The first spam comments seem to have appeared sometime this month; going back through the comment archives, everything posted last year was legitimate. Originally it was posts from way back that had received spam comments, not recent ones. Since I usually check for comments by visiting the front page instead of the admin backend, I didn’t notice the spams either.

Until some asshat used a script to put a spam comment on every single post in the archive. That sort of thing tends to stand out, you know?

All the spam comments have now been expurgated from the site. Since I’d get timeouts for the server upon rebuilding all the files after taking care of the spam comments, I think everything should be in order, but there may be cases way back in the archives where the listed number of comments doesn’t match the actual number. No big deal.

To hopefully keep a lid on the spam problem in the future, I’m trying out a Bayesian spam filter for MovableType. At the very least, it provides a comment deletion feature that’s slightly less painful than the one built into MT. (Which, granted, really isn’t saying much.) Time will tell how well it works in practice for a low-traffic site like this.

9 Responses

  1. As an addendum (and a test to see how the filter handles new posts), I’ll add here that it’s my policy to *only* delete spam that makes it onto the site. I have no interest wielding the delete key as a weapon of editorial control or anything like that.

  2. Bayesian is probably overkill. Did you see the quick and dirty MT hacks I posted about before I got MT and phpBB working together?

  3. Man that is the most annoying thing I have ever seen. And the style of it makes me wonder what purpose do they have in doing this. They make no money from this since nobody in their right money would buy presciption drugs because an ad in a blog told them to. If I ever meet a spammer that does this to make money as oppose to being paid to I would maim them.

  4. fluffy: I remember you having written about that sort of thing a while ago. I’ll remember to take a look at it again. And yeah, Bayesian is almost certainly overkill, but what’s the alternative, maintaining some sort of blacklist? Besides, at least the Bayesian plugin provides an interface for deleting more than one post at a time. I regret having installed it *after* taking care of Mr. Post-a-spam-in-every-single-article. I know I don’t need to tell you how many clicks that takes.

    Eric: Blog spam’s goal isn’t to adverise on a blog per se, but to do Google-bombing. Put a spam comment on each posting on hundreds of blogs, wait until Google crawls them again, and suddenly your page rank score shoots up. Far easier than setting up link farms, eh? A lot of the comment spams I cleaned out were masquerading as bland, mundane replies (e.g., “wow, great post!”), but the URL was something like your-discount-source-for-focusin.com.

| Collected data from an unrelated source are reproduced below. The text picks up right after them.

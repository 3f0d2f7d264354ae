// Command epitally serves wafer maps, bin yield and growth records of an LED
// wafer fab from the files its stations write. Run "epitally help".
package main

import (
	"context"
	"errors"
	"fmt"
	"io"
	"os"
	"os/signal"
	"strings"
	"syscall"

	"github.com/spf13/pflag"
)

// version is set at build time.
var version = "development"

// command is one thing the binary does. run gets what follows the command word.
type command struct {
	name  string
	short string
	run   func(ctx context.Context, c *console, args []string) error
}

// console is where a command writes: results to out, everything else to err.
type console struct {
	in       io.Reader
	out, err io.Writer
}

func commands() []command {
	return []command{
		{"serve", "serve pages and API, and load what lands in the drop folder", serve},
		{"load", "load files or folders by hand, or show what they would give (--dry-run)", load},
		{"demo", "grow an invented fab, load it through the drop folder and serve it", demo},
		{"spec check", "look for overlaps, gaps and other slips in a specification", specCheck},
		{"spec compare", "tell which dies change bins between two specifications, and what that is worth", specCompare},
		{"calc colour", "colour and efficiency of a spectrum, a chromaticity, or a peak and width", calcColour},
		{"calc peak-model", "fit how a recipe's dominant wavelength follows from its peak", calcPeakModel},
		{"calc summary", "summarise one column of a CSV file", calcSummary},
		{"doctor", "examine the database: what is wrong in it, and what to do", doctor},
		{"gallery", "write every page from canned data as files, without a database", gallery},
		{"health", "ask a running server whether it is ready", health},
		{"version", "print the version", printVersion},
	}
}

func main() {
	ctx, stop := signal.NotifyContext(context.Background(), os.Interrupt, syscall.SIGTERM)
	defer stop()
	c := &console{in: os.Stdin, out: os.Stdout, err: os.Stderr}
	switch err := dispatch(ctx, c, os.Args[1:]); {
	case err == nil, errors.Is(err, pflag.ErrHelp):
	case errors.Is(err, errSaid):
		os.Exit(1)
	default:
		fmt.Fprintf(os.Stderr, "epitally: %v\n", err)
		os.Exit(1)
	}
}

// errSaid ends a command with status 1 when its output has said why already.
var errSaid = errors.New("said")

func dispatch(ctx context.Context, c *console, args []string) error {
	if len(args) == 0 || args[0] == "help" || args[0] == "--help" || args[0] == "-h" {
		return help(c.out)
	}
	for _, cmd := range commands() {
		words := strings.Fields(cmd.name)
		if len(args) >= len(words) && strings.Join(args[:len(words)], " ") == cmd.name {
			return cmd.run(ctx, c, args[len(words):])
		}
	}
	return fmt.Errorf("no command %q; \"epitally help\" lists them", strings.Join(args[:min(len(args), 2)], " "))
}

func help(w io.Writer) error {
	fmt.Fprint(w, "epitally: wafer maps and bin yield of an LED wafer fab\n\nUsage: epitally COMMAND [flags]; epitally COMMAND --help says more.\n\n")
	for _, cmd := range commands() {
		fmt.Fprintf(w, "  %-14s %s\n", cmd.name, cmd.short)
	}
	return nil
}

func printVersion(_ context.Context, c *console, _ []string) error {
	_, err := fmt.Fprintf(c.out, "epitally %s\n", version)
	return err
}
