package main

import (
	"bytes"
	"compress/gzip"
	"context"
	"encoding/json"
	"fmt"
	"io"
	"os"
	"path/filepath"
	"runtime"
	"sync"

	"github.com/klauspost/compress/zstd"
	"golang.org/x/sync/errgroup"

	"epitally/analytics/simfab"
)

// truthFile holds what the demo fab was grown from. It begins with a dot so
// that a drop folder leaves it alone.
const truthFile = ".truth.json"

// writeFab writes the whole fab as the files its stations and people would have
// dropped: catalogue, specifications, a reading profile, run sheets and two
// measurements per wafer; and the truth beside them. Every file appears under
// its name only when it is whole. progress is told the wafers done, one call at
// a time.
func writeFab(ctx context.Context, f *simfab.Fab, dir string, progress func(done, total int)) error {
	for _, sub := range []string{"", "documents", "runs", "pl", "probe"} {
		if err := os.MkdirAll(filepath.Join(dir, sub), 0o755); err != nil {
			return fmt.Errorf("write the demo fab: %w", err)
		}
	}
	for name, text := range fabDocuments(f) {
		if err := writeWhole(filepath.Join(dir, name), text); err != nil {
			return err
		}
	}
	if err := writeWafers(ctx, f, dir, progress); err != nil {
		return err
	}
	return writeTruth(f, filepath.Join(dir, truthFile))
}

func writeWafers(ctx context.Context, f *simfab.Fab, dir string, progress func(done, total int)) error {
	var mu sync.Mutex
	next, done, total := 0, 0, len(f.Wafers)
	take := func() int {
		mu.Lock()
		defer mu.Unlock()
		next++
		return next - 1
	}
	group, ctx := errgroup.WithContext(ctx)
	for range max(runtime.GOMAXPROCS(0), 1) {
		group.Go(func() error {
			var buf []byte
			for i := take(); i < total; i = take() {
				if err := ctx.Err(); err != nil {
					return err
				}
				var err error
				if buf, err = writeWafer(f, i, dir, buf); err != nil {
					return err
				}
				mu.Lock()
				done++
				if progress != nil {
					progress(done, total)
				}
				mu.Unlock()
			}
			return nil
		})
	}
	return group.Wait()
}

// writeWafer measures wafer i and writes both files. It gives buf back for reuse.
func writeWafer(f *simfab.Fab, i int, dir string, buf []byte) ([]byte, error) {
	pl, probe := f.Measure(i)
	buf = appendReading(buf[:0], pl)
	if err := writeWhole(filepath.Join(dir, "pl", pl.Wafer.Name+".csv"), buf); err != nil {
		return buf, err
	}
	if probe.Station == otherStation {
		buf = appendOtherReading(buf[:0], probe)
		return buf, writeWhole(filepath.Join(dir, "probe", otherName(probe)), buf)
	}
	buf = appendReading(buf[:0], probe)
	name := filepath.Join(dir, "probe", probe.Wafer.Name+".csv")
	// Some stations compress what they write.
	switch {
	case i%10 == 4:
		packed, err := gzipped(buf)
		if err != nil {
			return buf, err
		}
		return buf, writeWhole(name+".gz", packed)
	case i%10 == 7:
		packed, err := zstdPacked(buf)
		if err != nil {
			return buf, err
		}
		return buf, writeWhole(name+".zst", packed)
	}
	return buf, writeWhole(name, buf)
}

func gzipped(text []byte) ([]byte, error) {
	var out bytes.Buffer
	z, err := gzip.NewWriterLevel(&out, gzip.BestSpeed)
	if err != nil {
		return nil, fmt.Errorf("gzip: %w", err)
	}
	return packed(&out, z, text)
}

func zstdPacked(text []byte) ([]byte, error) {
	var out bytes.Buffer
	// One goroutine: the wafers are spread over the cores already.
	z, err := zstd.NewWriter(&out, zstd.WithEncoderLevel(zstd.SpeedFastest), zstd.WithEncoderConcurrency(1))
	if err != nil {
		return nil, fmt.Errorf("zstd: %w", err)
	}
	return packed(&out, z, text)
}

func packed(out *bytes.Buffer, z io.WriteCloser, text []byte) ([]byte, error) {
	if _, err := z.Write(text); err != nil {
		return nil, fmt.Errorf("compress: %w", err)
	}
	if err := z.Close(); err != nil {
		return nil, fmt.Errorf("compress: %w", err)
	}
	return out.Bytes(), nil
}

func writeTruth(f *simfab.Fab, path string) error {
	text, err := json.MarshalIndent(f.Truth(), "", " ")
	if err != nil {
		return fmt.Errorf("truth of the demo fab: %w", err)
	}
	return writeWhole(path, append(text, '\n'))
}

// writeWhole writes a file under a hidden name and then renames it, so that a
// scan of the folder never meets half of it.
func writeWhole(path string, content []byte) error {
	hidden := filepath.Join(filepath.Dir(path), "."+filepath.Base(path)+".tmp")
	err := os.WriteFile(hidden, content, 0o644)
	if err == nil {
		err = os.Rename(hidden, path)
	}
	if err != nil {
		os.Remove(hidden)
		return fmt.Errorf("write the demo fab: %w", err)
	}
	return nil
}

  5. I read http://trikuare.cx/mt/archives/000410.php again, but the problem with that solution is that I’d need to change things around to use PHP instead of HTML pages and muck with the source here and there. Call me lazy, but that’s more work than I really feel like sinking into maintaining this site. I mean, I’ve never even bothered to change the layout from the MT default.

    Besides, if I wanted to move over to running things out of PHP, I’d rather just move all the way to some solution that doesn’t insist on generating “static” files for everything and instead generates everything on the fly. This setup isn’t particularly secure when you’re hosting things off a server a few tens of thousands of people have access to and all CGIs run as the apache user. Sadly, I remember all the alternatives I had looked at had the same problem, or looked to be unmaintained, or both.

  6. Just having a fixed hidden key (like, gabba=”asdfasfd<$MTEntryID$>”) would probably work pretty well for at least 99% of the comment spam though. As long as it’s a different key per page and the spammers don’t actually parse the HTML for each entry (which they don’t, they just randomly send POST requests once they find an mt-comments.cgi instance).

  7. If I start seeing a lot of spam comments turn up again, I’ll look into it. So far, I haven’t seen any since I posted this entry. Whether that’s the filter doing its job (probably not) or just that no one’s attacked in the past few days (most likely) is impossible to tell.

  8. Does the filter keep logs?

    I seriously doubt that a Bayesian filter will work for such small chunks of text.

  9. Doesn’t look like it.

Comments are closed.